Table 3 A table comparing the clinical and pre-clinical biomarkers, their AUC values and their advantages and disadvantages

In addition to highlighting promising biomarkers, this study provides insight into key biological pathways in IgAV-N. The fact that many of the most promising biomarkers arise as a result of tubulointerstitial inflammation is an extremely interesting finding as IgAV-N is traditionally considered solely a glomerulonephritis. Examples of these markers are KIM-1 and NAG. KIM-1 is a type 1 transmembrane protein that is absent in the normal kidney, upregulated in tubular injury and not expressed in other organs [33]. It is a recognised biomarker in acute tubular necrosis and allograft nephropathy where it has been found to correlate with the degree of tubulointerstitial insult [34,35,36]; however, it has not yet been reported in the histology for IgAV-N. This review included one small study that found no clear relationship between KIM-1 concentration and IgAV-N but it did demonstrate a reduction over time suggesting some relationship with disease activity [13]. A larger study by Zhang et al. reported an outstanding AUC (0.93) for KIM-1 in its ability to identify IgAV-N [37, 38]. The lysosomal enzyme NAG is found in many body tissues, but it is found in particularly high concentrations in the proximal kidney tubular cells. NAG may be released into the urine via exocytosis or, more commonly, during kidney injury causing proximal tubule leakage [39]. Urinary NAG has been described in patients with acute kidney injury and more recently in diabetic nephropathy; however, there are few studies in IgA-mediated kidney diseases [40,41,42]. Our review found urinary NAG as a promising biomarker, able to distinguish patients with IgAV-N from those without nephritis [37] and accurately correlate with the degree of histopathology in IgAV-N [12]. This suggests that tubular inflammation may play a larger role than previously thought and warrants further evaluation. Tubular markers may be evident due to tubular damage leading to urinary release of these proteins as a downstream result of glomerular damage or from direct tubular involvement. Tubulointerstitial components have recently been added to proposed histological scoring classification systems for IgAV-N due to their better correlation with clinical outcomes. This supports the finding that the tubulointerstitial region may be of importance in this disease [43].

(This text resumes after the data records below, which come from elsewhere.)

class CellDesign:
    """The cell form of a learned :class:`FeatureSpec`'s design (see the module docstring).

    Attributes
    ----------
    names : list of str
        The design columns (``spec.columns``), p of them.
    cell_cols, row_cols : ndarray of int
        Indices of the cell columns and of the row columns in the design.
    table : ndarray, shape (n_cells, len(cell_cols))
        The cell columns' values in each cell.
    atom_cols : ndarray of int
        The design columns stored per row (atoms).
    recipe : list of (int, int)
        Per row column, its two factors: an atom ``k`` as ``k``, a cell column ``j`` as ``-1 - j``,
        none as ``None``; the value is their product (an interaction) or the one factor.
    """

    def __init__(self, spec):
        self.spec = spec
        self.names = list(spec.columns)
        p = len(self.names)
        idx = {n: i for i, n in enumerate(self.names)}
        groups = {term: cols for term, _ref, cols in spec.indicator_groups()}
        terms, discrete = {}, []
        for c in spec.covariates:
            if c.get("kind", "numeric") == "numeric":
                terms[c["name"]] = [idx[c["name"]]]
            else:
                terms[c["name"]] = list(groups[c["name"]])
                discrete.append(c["name"])

        # the age factor: one code per distinct row of the baseline columns over the ages
        learned = spec.learned
        self.age_lo = min(0, int(learned["age_min"]))
        self.age_hi = int(learned["age_max"])
        ages = np.arange(self.age_lo, self.age_hi + 1, dtype=np.float64)
        base = spec.baseline_design(ages)
        age_table, self.age_code = np.unique(base, axis=0, return_inverse=True)
        self.age_code = self.age_code.ravel().astype(np.int64)
        sizes = [age_table.shape[0]]
        if sizes[0] > MAX_CELLS:
            raise ModelError(f"the loan ages {self.age_lo} to {self.age_hi} give {sizes[0]:,} baseline cells, more than {MAX_CELLS:,}")
        in_cell = []
        for name in discrete:  # spec order, while the cells stay few enough
            size = len(terms[name]) + 1
            if math.prod(sizes) * size <= MAX_CELLS:
                in_cell.append(name)
                sizes.append(size)
        self.cell_terms = in_cell
        self.sizes = sizes
        self.n_cells = math.prod(sizes)

        # every cell's factor codes, age fastest
        codes = np.indices(sizes[::-1]).reshape(len(sizes), -1)[::-1]  # (factors, n_cells)
        values = {}  # design column -> its values over the cells
        for j in range(base.shape[1]):
            values[j] = age_table[codes[0], j]
        for f, name in enumerate(in_cell, start=1):
            for k, j in enumerate(terms[name]):
                values[j] = (codes[f] == k + 1).astype(np.float64)
        atoms = [j for c in spec.covariates for j in terms[c["name"]] if j not in values]
        recipe = {j: (a, None) for a, j in enumerate(atoms)}
        for a, b in spec.interactions:
            for x in terms[a]:
                for y in terms[b]:
                    j = idx[f"{self.names[x]}:{self.names[y]}"]
                    if x in values and y in values:
                        values[j] = values[x] * values[y]  # the design's product, cell by cell
                    else:
                        recipe[j] = (atoms.index(x) if x in recipe else -1 - x, atoms.index(y) if y in recipe else -1 - y)
        self.cell_cols = np.array(sorted(values), dtype=np.int64)
        self.row_cols = np.array(sorted(recipe), dtype=np.int64)
        assert len(self.cell_cols) + len(self.row_cols) == p
        self.table = np.column_stack([values[j] for j in self.cell_cols]) if len(self.cell_cols) else np.zeros((self.n_cells, 0))
        self._cell_pos = {int(j): k for k, j in enumerate(self.cell_cols)}
        self.atom_cols = np.array(atoms, dtype=np.int64)
        self.recipe = [recipe[int(j)] for j in self.row_cols]
        self._cell_term_cols = [terms[name] for name in in_cell]

    @property
    def p(self) -> int:
        return len(self.names)

    def digest(self) -> str:
        """SHA-256 of what maps stored rows to the design: the cell table and the row recipe."""
        h = hashlib.sha256(np.ascontiguousarray(self.table).tobytes())
        h.update(repr((self.sizes, self.cell_cols.tolist(), self.atom_cols.tolist(), self.recipe)).encode())
        return h.hexdigest()

    # ----------------------------------------------------------------- rows

    def block(self, raw: dict, collapse: bool, dropped) -> CellBlock | None:
        """The stored form of a batch of raw rows (see :meth:`FeatureSpec.raw_query`), or None if empty.

        Evaluates the design with :meth:`FeatureSpec.design` (its checks and errors), then keeps the cell
        codes and the atoms, and checks that they give that design back exactly.
        """
        y = np.asarray(raw["outcome"])
        valid = np.arange(N_CODES)
        if y.dtype.kind == "f" and np.isnan(y).any() or not np.isin(y, valid).all():
            bad = sorted(set(np.unique(y[~np.isin(y, valid)]).tolist()))[:5]
            raise DataError(f"loan_months outcome codes must be integers 0 to {N_CODES - 1}; found {bad}")
        y = y.astype(np.int8)
        w = np.asarray(raw["_cs_weight"], dtype=np.float64) if collapse else None
        if dropped:
            keep = ~np.isin(y, dropped)
            raw = {k: v[keep] for k, v in raw.items()}
            y = y[keep]
            w = w[keep] if w is not None else None
        if y.shape[0] == 0:
            return None
        age = np.asarray(raw["age"], dtype=np.float64)
        a = age.astype(np.int64)
        outside = (a != age) | (a < self.age_lo) | (a > self.age_hi)
        if outside.any():
            raise ModelError(
                f"loan age {age[outside][0]:g} is outside the whole ages {self.age_lo} to {self.age_hi} the feature spec was "
                "learned on; learn the spec on the rows of the fit"
            )
        X, _ = self.spec.design(raw)
        c, Z = self._cell_form(X, a)
        order = np.argsort(c, kind="stable")  # rows by cell: the sums by cell are sums over runs
        return CellBlock(c[order], y[order], None if w is None else w[order], Z[:, order])

    def _cell_form(self, X: np.ndarray, a: np.ndarray) -> tuple[np.ndarray, np.ndarray]:
        """The cell codes (n,) and atoms (A, n) of the dense design ``X`` of rows of whole loan ages ``a``,
        checked to give every column of ``X`` back bit for bit."""
        c = self.age_code[a - self.age_lo]
        stride = self.sizes[0]
        for cols, size in zip(self._cell_term_cols, self.sizes[1:]):
            c = c + stride * (X[:, cols] @ np.arange(1, size, dtype=np.float64)).astype(np.int64)
            stride *= size
        c = c.astype(np.uint16)
        Z = np.ascontiguousarray(np.take(X, self.atom_cols, axis=1).T)
        same = np.array_equal(self.table[c], np.take(X, self.cell_cols, axis=1))
        same = same and np.array_equal(self.rows(CellBlock(c, None, None, Z)), np.take(X, self.row_cols, axis=1).T)
        if not same:  # pragma: no cover - a term whose columns are not what the cells assume
            raise ModelError("the cell form of the design differs from the design; this is a bug in creditsurv")
        return c, Z

    def rows(self, block: CellBlock) -> np.ndarray:
        """The row columns of a block, shape (len(row_cols), n), each row contiguous."""
        R = np.empty((len(self.row_cols), block.n))
        for k, (a, b) in enumerate(self.recipe):
            R[k] = self._factor(a, block)
            if b is not None:
                R[k] *= self._factor(b, block)
        return R

    def _factor(self, f: int, block: CellBlock) -> np.ndarray:
        return block.Z[f] if f >= 0 else self.table[block.c, self._cell_pos[-1 - f]]

    # ----------------------------------------------------------------- from cell sums to the design

    def _spread(self, cell: np.ndarray, cross: np.ndarray, rows: np.ndarray) -> np.ndarray:
        """``X' diag(v) X`` (p, p) from ``bincount(c, v)`` (cells,), ``bincount(c, v R_j)`` (r, cells) and ``R diag(v) R'``."""
        T, C, Rc = self.table, self.cell_cols, self.row_cols
        out = np.zeros((self.p, self.p))
        out[np.ix_(C, C)] = T.T @ (cell[:, None] * T)
        tr = T.T @ cross.T
        out[np.ix_(C, Rc)] = tr
        out[np.ix_(Rc, C)] = tr.T
        out[np.ix_(Rc, Rc)] = rows
        return np.triu(out) + np.triu(out, 1).T

    def finish(self, sums: "PassSums", K: int, need_hess: bool):
        """Log-likelihood, score (K, p) and observed information (K*p, K*p) from a pass's summed blocks."""
        p = self.p
        g = np.zeros((K, p))
        g[:, self.cell_cols] = sums.g_cell @ self.table
        g[:, self.row_cols] = sums.g_rows
        if not need_hess:
            return sums.ll, g, None
        H = np.zeros((K * p, K * p))
        for k, (a, b) in enumerate(sums.pairs):
            block = self._spread(sums.h_cell[k], sums.h_cross[k], sums.h_rows[k])
            H[a * p:(a + 1) * p, b * p:(b + 1) * p] = block
            if a != b:
                H[b * p:(b + 1) * p, a * p:(a + 1) * p] = block.T
        return sums.ll, g, H

    def first_pass(self, sums: "FirstSums") -> "FirstPass":
        """The first-pass sums over the design (:class:`FirstPass`) from the summed blocks."""
        first = FirstPass(self.p)
        first.S[self.cell_cols] = self.table.T @ sums.counts
        first.S[self.row_cols] = sums.S_rows
        first.xtx = self._spread(sums.counts.sum(axis=1), sums.x_cross, sums.x_rows)
        seen = sums.counts.sum(axis=1) > 0
        T = self.table[seen]
        first.is01[self.cell_cols] = ((T == 0) | (T == 1)).all(axis=0)
        first.is01[self.row_cols] = sums.is01_rows
        first.n = sums.n
        first.digests = sums.digests
        return first

    def prepare(self, beta: np.ndarray) -> np.ndarray:
        """Each cause's part of eta that the cell gives, per cell: (K, n_cells)."""
        return beta[:, self.cell_cols] @ self.table.T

Nephritis is the main long-term complication of IgAV and there is currently no way to predict and identify which children may get irreversible kidney damage from the outset, thus all children are committed to a period of at least 6 months of monitoring. A better understanding of the underlying biology represented by urine biomarkers may allow identification of children who are at low or high risk of disease progression allowing monitoring stratification from the outset. Further studies are required to demonstrate whether pre-clinical markers are superior to current clinical biomarkers in terms of their ability to earlier detect nephritis or predict severity.

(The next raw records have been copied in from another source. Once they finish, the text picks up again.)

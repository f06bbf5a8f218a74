"""Month-on-month movement between two runs: ECL walk, stage migration, PD change.

Run A is the earlier (opening) run and run B the later (closing) one. Loans are
matched on ``loan_id``. Every amount is in the runs' currency; PDs are
probabilities.

ECL walk
--------
The walk goes from A's total reported ECL to B's in a fixed order of steps,
each a row of :attr:`MovementResult.walk`:

1. ``closed_or_repaid`` - loans in A and not in B: ``-ECL_A``.
2. ``new_loans`` - loans in B and not in A: ``+ECL_B``.
3. ``stage_transfer_<i>_to_<j>`` - loans in both whose stage moved from i to
   j, one row per direction (1->2, 1->3, 2->1, 2->3, 3->1, 3->2):
   ``ECL_B - ECL_A``, so the change of horizon and every other change of
   those loans sit here.
4. Loans in both with the same stage, by sequential substitution at the
   horizon of that stage (12 months for stage 1, lifetime for stages 2 and 3).
   With ``r = EAD_B / EAD_A`` and ``E_s`` the loan's ECL in scenario ``s``:

   a. ``exposure`` = ``ECL_A x (r - 1)``. This assumes ECL scales in
      proportion to EAD at fixed PD, LGD and shape of the exposure schedule;
      it is an approximation (a different amortisation profile or an LGD
      that depends on the balance is left to ``risk_parameters``). Loans
      with ``EAD_A = 0`` have no ratio; their whole change is put here.
   b. ``scenario_weights`` = ``sum_s (w_B,s - w_A,s) x E_A,s x r`` over the
      scenarios of both runs; a scenario in only one run moves its whole
      weighted contribution here: ``-w_A,s x E_A,s x r`` when it was dropped,
      ``+w_B,s x E_B,s`` when it was added.
   c. ``risk_parameters`` - the remainder ``ECL_B - ECL_A - a - b``: PD from
      the model and the covariates, LGD, and the scenarios' macro paths.

The steps sum to ``ECL_B_total - ECL_A_total``; the walk checks this to a
relative 1e-6 of the larger total and raises :class:`RunError` otherwise.

Between two run folders (:func:`compare_run_folders`)
------------------------------------------------------
Each folder's ``manifest.json`` tells more than its loan table, and
:class:`RunDifferences` holds it:

* the order of the months: A is normally the earlier; when A is later the walk
  runs backwards (from a later month to an earlier one), and when both are of
  one month it shows how two runs of that month differ;
* a change of model (the model record: kind or source, the coefficients by the
  fingerprint of ``hazard_model.json``, the loan-months it was fitted on, a
  saved model file or rate table), of method (a key of the resolved config's
  sections in :data:`METHOD_SECTIONS`) or of package versions.

Such a change cannot be a step of its own: separating it exactly needs run B's
book projected under run A's model and method, which two finished folders do
not hold. It stays inside ``risk_parameters`` for loans in the same stage and
inside the stage transfers for loans whose stage moved (some may have moved
because of it); a change of the EAD settings (:data:`EAD_KEYS`) also moves the
``exposure`` step. The walk's ``note`` column says so on those rows, so the
steps and their reconciliation are the same as without it.
"""

from __future__ import annotations

import dataclasses
import json
from collections.abc import Mapping
from dataclasses import dataclass
from pathlib import Path

import numpy as np
import pandas as pd

from ..config import WEIGHTED, canonical_sha256, weight_problems
from ..errors import RunError, problem_list
from ..months import parse_month
from ._folder import MANIFEST, read_manifest

__all__ = [
    "EAD_KEYS", "METHOD_SECTIONS", "MovementResult", "RunDifferences", "check_walk_reconciles", "compare_run_folders",
    "movement", "movement_against_run", "sicr_history_of_run",
]  # fmt: skip

LOAN_TABLE = "loan_ecl.parquet"
STAGES = (1, 2, 3)
TRANSFERS = tuple((i, j) for i in STAGES for j in STAGES if i != j)
SAME_STAGE_STEPS = ("exposure", "scenario_weights", "risk_parameters")
WALK_STEPS = (
    ("closed_or_repaid", "new_loans")
    + tuple(f"stage_transfer_{i}_to_{j}" for i, j in TRANSFERS)
    + SAME_STAGE_STEPS
)
"""Step names of the walk, in order (without the opening and closing rows)."""

METHOD_SECTIONS = (
    "windows", "default_definition", "events", "arrears", "model", "collateral", "scenario_extension", "loss",
    "staging", "cecl",
)  # fmt: skip
"""Sections of the resolved config that set how ECL is computed from the same data: a change is a change of method."""

EAD_KEYS = ("loss.exposure", "loss.accrued_interest")
"""Method keys (and the keys under them) that set the EAD at the reporting month: a change moves ``exposure`` too."""

MODEL_FILE = "hazard_model.json"
_MAX_LISTED = 8  # changes of method named in the text; the manifest of the movement holds them all
# Record entries that follow from the fit (a new fit changes them with its coefficients): not named one by one.
_FIT_STATISTICS = frozenset(
    {"aic", "bic", "loglik", "iterations", "converged", "events", "terms", "causes", "states", "references",
     "transitions", "limits_loosened", "n_rows", "data_fingerprint", "kind", "source"}
)  # fmt: skip
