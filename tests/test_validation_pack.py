"""The validation pack on a simulated book: tables, references and the backtest's power.

Each check names its independent reference: scikit-learn's ``roc_auc_score``,
statsmodels' ``CumIncidenceRight``, counts taken straight from the labelled
panel with SQL written here, the simulator's own data-generating hazard, or
the likelihood equations of the fit.
"""

import json
from pathlib import Path

import numpy as np
import pandas as pd
import pytest
import yaml
from conftest import demo_config_data
from scipy import stats
from sklearn.metrics import roc_auc_score
from statsmodels.duration.survfunc import CumIncidenceRight

from creditsurv import pipeline
from creditsurv.config import load_config
from creditsurv.demo import DEFAULT_MIN_AGE, true_hazard
from creditsurv.errors import FewEventsWarning
from creditsurv.model import BenchmarkCurves, hazard_source, with_age_tail
from creditsurv.months import parse_month
from creditsurv.validation import (
    PACK_COLUMNS,
    ValidationPack,
    input_stability,
    moves_with_calendar,
    psi,
    validation_pack,
)

ROOT = Path(__file__).resolve().parents[1]
DOWNTURN = {"development": {"start": "2016-01", "end": "2019-12"}, "out_of_time": {"start": "2020-01", "end": "2021-12"}}
NO_UNEMPLOYMENT = [
    {"name": "credit_score", "column": "credit_score", "transform": "standardise"},
    {"name": "current_ltv", "column": "current_ltv", "floor": 0.1, "cap": 2.0},
    {"name": "dti", "column": "dti"},
    {"name": "rate_incentive", "column": "rate_incentive"},
]


class TrueHazard:
    """The simulator's data-generating hazard, as a projection hazard source.

    ``simulate.true_hazard`` with the simulator's two rules: no default before
    age ``DEFAULT_MIN_AGE`` and no prepayment in the month a loan reaches its term.
    """

    required_inputs = ["age", "credit_score", "current_ltv", "dti", "rate_incentive", "macro:unemployment_rate:0", "term"]

    def hazards(self, raw):
        age = np.asarray(raw["age"], dtype=float)
        hd, hp = true_hazard(
            {
                "age": age,
                "log_age": np.log(age),
                "credit_score": raw["credit_score"],
                "current_ltv": raw["current_ltv"],
                "dti": raw["dti"],
                "rate_incentive": raw["rate_incentive"],
                "unemployment_rate": raw["macro:unemployment_rate:0"],
            }
        )
        hd = np.where(age < DEFAULT_MIN_AGE, 0.0, hd)
        hp = np.where(age == np.asarray(raw["term"], dtype=float), 0.0, hp)
        return hd, hp


def _config(book: Path, tmp: Path, *, model=None, **top):
    """configs/demo.yaml pointed at ``book`` (as tests/test_pipeline.py does), with overrides."""
    data = demo_config_data(book, tmp / "reports")
    data["model"].update(model or {})
    data.update(top)
    path = tmp / f"config_{len(list(tmp.glob('config_*.yaml')))}.yaml"
    path.write_text(yaml.safe_dump(data, sort_keys=False))
    return load_config(path)


@pytest.fixture(scope="session")
def book(simulated_book):
    """The shared simulated book (conftest): enough events for the backtest to have power."""
    return simulated_book


@pytest.fixture(scope="module")
def opened(book, tmp_path_factory):
    """The demo config on the book, its checked and labelled panel, and the fitted demo model."""
    tmp = tmp_path_factory.mktemp("pack")
    cfg = _config(book, tmp)
    panel, _ = pipeline.open_checked(cfg)
    model = hazard_source(cfg, panel, temp_dir=tmp)
    yield cfg, panel, model, tmp
    panel.close()


@pytest.fixture(scope="module")
def demo_pack(opened):
    cfg, panel, model, _ = opened
    current = np.random.default_rng(11).beta(1.2, 200.0, size=3000)
    return validation_pack(cfg, panel, model, current_pd_12m=current), current


@pytest.fixture(scope="module")
def downturn_packs(opened, book):
    """Development 2016-01..2019-12, out-of-time 2020-01..2021-12 (the unemployment spike).

    ``truth``: the simulator's own hazard. ``misspecified``: refitted on the
    pre-downturn window without the unemployment covariate.
    """
    _, panel, _, tmp = opened
    cfg_true = _config(book, tmp, windows=DOWNTURN)
    # Ages reach 47 months by 2019-12: the spline's last knot moves inside them.
    model = {"covariates": NO_UNEMPLOYMENT, "baseline": {"kind": "spline", "knots": [4, 12, 24, 40]}}
    cfg_mis = _config(book, tmp, windows=DOWNTURN, model=model)
    # Few defaults before the downturn: the fit says so.
    with pytest.warns(FewEventsWarning, match="default"):
        misspecified = hazard_source(cfg_mis, panel, temp_dir=tmp)
    return {
        "truth": validation_pack(cfg_true, panel, TrueHazard()),
        "misspecified": validation_pack(cfg_mis, panel, misspecified),
        "extrapolated": validation_pack(cfg_mis, panel, with_age_tail(misspecified, "extrapolate")),
        "cfg": cfg_true,
    }


def _cohort_by_sql(panel, cfg) -> pd.DataFrame:
    """Loans alive and out of default at the end of the development window, and their 12-month outcome.

    Written here from the definitions, independently of the pack's queries.
    """
    end = int(cfg.windows.development.end)
    frame = panel.con.execute(
        """
        SELECT o.loan_id,
               CASE WHEN o.event = 'default' AND o.event_month_idx <= $end + 12 THEN 1
                    WHEN o.event_month_idx <= $end + 12 OR o.last_month_idx >= $end + 12 THEN 0
                    END AS flag
        FROM loan_outcomes AS o
        WHERE EXISTS (SELECT 1 FROM panel AS p
                      WHERE p.loan_id = o.loan_id AND p.month_idx = $end AND p.balance > $paid_off)
          AND coalesce(o.event_month_idx > $end, TRUE)
        ORDER BY o.loan_id
        """,
        {"end": end, "paid_off": float(cfg.events.paid_off_balance)},
    ).df()
    return frame
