def simulate_book(
    n_loans: int,
    seed: int,
    *,
    cutoff: str = "2024-12",
    first_origination: str = "2016-01",
    last_origination: str = "2024-09",
    hazard: Callable | None = None,
    chunk_size: int = 25_000,
    default_min_age: int = DEFAULT_MIN_AGE,
) -> Iterator[BookChunk]:
    """Simulate a book chunk by chunk.

    Parameters
    ----------
    n_loans : int
        Number of loans, 1 to 9,999,999 (ids ``QL0000001`` ...).
    seed : int
        Seed. Chunk ``k`` uses ``default_rng([seed, k])``; the same seed and
        chunk size give the same book.
    cutoff : str, default "2024-12"
        Last observed month; loans alive then are censored.
    first_origination, last_origination : str
        Range of origination months, ``YYYY-MM``, from 2015-02 and before ``cutoff``.
    hazard : callable, optional
        ``hazard(covariates) -> (h_default, h_prepay)``, monthly probabilities
        per loan-month. ``covariates`` maps ``age``, ``log_age``,
        ``credit_score``, ``current_ltv``, ``dti``, ``rate_incentive``,
        ``unemployment_rate`` and ``term_months`` to float arrays. The
        simulator then sets the default hazard to 0 below ``default_min_age``
        and the prepayment hazard to 0 at the term. Default :data:`true_hazard`.
        A hazard that returns zeros for prepayment gives a single-cause book.
    chunk_size : int, default 25_000
        Loans per chunk; memory is bounded by one chunk.
    default_min_age : int, default :data:`DEFAULT_MIN_AGE` (3)
        First age at which a loan can default. At 1, a default in the first
        month is 90 days past due at once (its delinquent months fall before
        origination); tests of the age baseline use it to have defaults at
        every age.

    Returns
    -------
    iterator of BookChunk
        ``loans`` and ``panel`` Arrow tables per chunk, in ``loan_id`` order.
    """
    settings = _check_book_args(n_loans, seed, cutoff, first_origination, last_origination, chunk_size, default_min_age)
    history, _, _ = make_macro(seed, cutoff=cutoff)
    macro = _Macro.from_frame(history)
    orig_months = np.arange(settings["first"], settings["last"] + 1)
    volume = _origination_volume(orig_months, macro)
    hazard = true_hazard if hazard is None else hazard

    def chunks():
        for k, first_number in enumerate(range(1, n_loans + 1, chunk_size)):
            yield _simulate_chunk(
                k,
                first_number,
                min(chunk_size, n_loans + 1 - first_number),
                seed=seed,
                cutoff=settings["cutoff"],
                orig_months=orig_months,
                volume=volume,
                macro=macro,
                hazard=hazard,
                default_min_age=int(default_min_age),
            )

    return chunks()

Limitations of this study include some studies being small and the heterogeneous nature of the papers regarding descriptive statistics, definition of nephritis, and type of sampling, methodologies, outcomes and data presentation made comparisons challenging. This review has identified the need for standardisation of biomarker evaluation in this disease to allow systematic comparison in the future. Some papers had missing data and one was only available in abstract form in English. The majority of these studies were cross sectional in design, so future longitudinal studies are needed to evaluate how the biomarkers change with the course of disease. Finally, most of the papers included in our review were from China and the relevance of ethnic variation of the expression of urinary biomarkers is currently unknown.

Conclusion

Overall, this study suggests that there are promising urine biomarkers for IgAV-N and some of these also originate from the tubulointerstitial region suggesting a pathophysiological role. In order to assess their true potential as adjuncts to clinical practice, long-term evaluation of these urine biomarkers is needed.